Logo Questions Linux Laravel Mysql Ubuntu Git Menu
 

Social-networking: Hadoop, HBase, Spark over MongoDB or Postgres?

I am architecting a social-network, incorporating various features, many powered by big-data intensive workloads (such as Machine Learning). E.g.: recommender systems, search-engines and time-series sequence matchers.

Given that I currently have 5< users—but forsee significant growth—what metrics should I use to decide between:

  • Spark (with/without HBase over Hadoop)
  • MongoDB or Postgres

Looking at Postgres as a means of reducing porting pressure between it and Spark (use a SQL abstraction layer which works on both). Spark seems quite interesting, can imagine various ML, SQL and Graph questions it can be made to answer speedily. MongoDB is what I usually use, but I've found its scaling and map-reduce features to be quite limiting.

like image 427
A T Avatar asked Jan 01 '15 12:01

A T


People also ask

Can Hadoop and MongoDB be used as Big Data Solutions?

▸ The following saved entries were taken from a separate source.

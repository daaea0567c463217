package terrain

import (
	"encoding/csv"
	"math"
	"math/rand/v2"
	"os"
	"path/filepath"
	"strconv"
	"testing"

	"github.com/paulmach/orb"

	"ridgehop/internal/raster"
	"ridgehop/internal/sharedtest"
)

// Surveyed pillars of the Ordnance Survey trig archive against SRTM, each read
// as the first sample of a two-metre path that starts at the pillar. The three
// figures are those of the shared folder's README: what a right bilinear reader
// gets, to 0.1 m. A slip of half a pixel moves them by metres.
func TestSurveyedPillars(t *testing.T) {
	shared := sharedtest.Dir(t)
	f, err := os.Open(filepath.Join(shared, "truth", "os_trig_pillars_shared.csv"))
	must(t, err)
	defer f.Close()
	rows, err := csv.NewReader(f).ReadAll()
	must(t, err)
	terrain := loaded(t, filepath.Join(shared, "elevation"))
	for tile, want := range map[string]struct {
		file string
		rmse float64
	}{
		"N51W001": {"N51W001.hgt.zip", 4.2},
		"N56W005": {"N56W005.hgt", 14.6},
		"N56W006": {"N56W006.hgt", 16.0},
	} {
		t.Run(tile, func(t *testing.T) {
			sum, n := 0.0, 0
			for _, row := range rows[1:] { // tile, name, station, lat, lon, easting, northing, height
				if row[0] != tile {
					continue
				}
				lat, lon, height := number(t, row[3]), number(t, row[4]), number(t, row[7])
				off := spot(t, terrain, orb.Point{lon, lat}, want.file) - height
				sum, n = sum+off*off, n+1
			}
			rmse := math.Sqrt(sum / float64(n))
			t.Logf("%d pillars: %.3f m", n, rmse)
			if !(math.Abs(rmse-want.rmse) <= 0.05) {
				t.Errorf("RMSE: got %.3f m, want %.1f", rmse, want.rmse)
			}
		})
	}
}

func number(t testing.TB, text string) float64 {
	t.Helper()
	v, err := strconv.ParseFloat(text, 64)
	must(t, err)
	return v
}

// Points anywhere in real rasters, voids and all, against pixels read through
// internal/raster and the bilinear formula: of SRTM with real voids, of SRTM in
// the southern hemisphere, and of a clip of Copernicus GLO-30, whose pixels are
// points though its file counts like an area.
func TestRealRastersPointByPoint(t *testing.T) {
	folder := filepath.Join(sharedtest.Dir(t), "elevation")
	terrain := loaded(t, folder)
	for file, voids := range map[string]bool{"srtm3_N46E008.tif": true, "srtm3_S36E149.tif": false, "glo30_losangeles_egm2008.tif": false} {
		t.Run(file, func(t *testing.T) {
			path := filepath.Join(folder, file)
			d, err := raster.NewGDAL().Open(path)
			must(t, err)
			info := d.Info()
			d.Close()
			g := grid{columns: info.Width, rows: info.Height, left: info.Grid.Left, top: info.Grid.Top, pixel: info.Grid.PixelX, height: wholeFile(t, path)}
			r := rand.New(rand.NewPCG(46, 8))
			void := 0
			for range 3000 {
				column, row := 1+r.Float64()*float64(g.columns-2), 1+r.Float64()*float64(g.rows-2)
				place := orb.Point{g.left + column*g.pixel, g.top - row*g.pixel}
				got, want := spot(t, terrain, place, file), g.bilinear(place.Lon(), place.Lat())
				if !near(got, want, 1e-3) { // of heights in single precision, on slopes of 50 m a pixel
					t.Fatalf("at %v: got %g, want %g", place, got, want)
				}
				if math.IsNaN(got) {
					void++
				}
			}
			// Of N46E008 7.2 % of the pixels are void, and of the points some
			// more: each void pixel takes the points around it along.
			if share := float64(void) / 3000; voids && !(share > 0.072 && share < 0.11) || !voids && void != 0 {
				t.Errorf("got %d voids of 3000", void)
			}
		})
	}
}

When both Hadoop and MongoDB are used then it addresses each other’s weaknesses and strengths. Both platforms can be used as a Big Data Solution but it is very important to know if these solutions can be used and combined with your business environment.

What is Hadoop big data?

It was developed by Apache Foundation and runs on the Hadoop Distributed File System. It had begun by the company Powerset as they required large amounts of data. It is similar to Google’s big table and provides access to huge amounts of data. It is a part of the Hadoop ecosystem and data consumer can read and access the data using HBase.

Why choose MongoDB over HBase?

MongoDB’s broader adoption and skills availability reduces risk and cost for new projects. HBase is well suited to key-value workloads with high volume random read and write access patterns, especially for for those organizations already heavily invested in HDFS as a common storage layer.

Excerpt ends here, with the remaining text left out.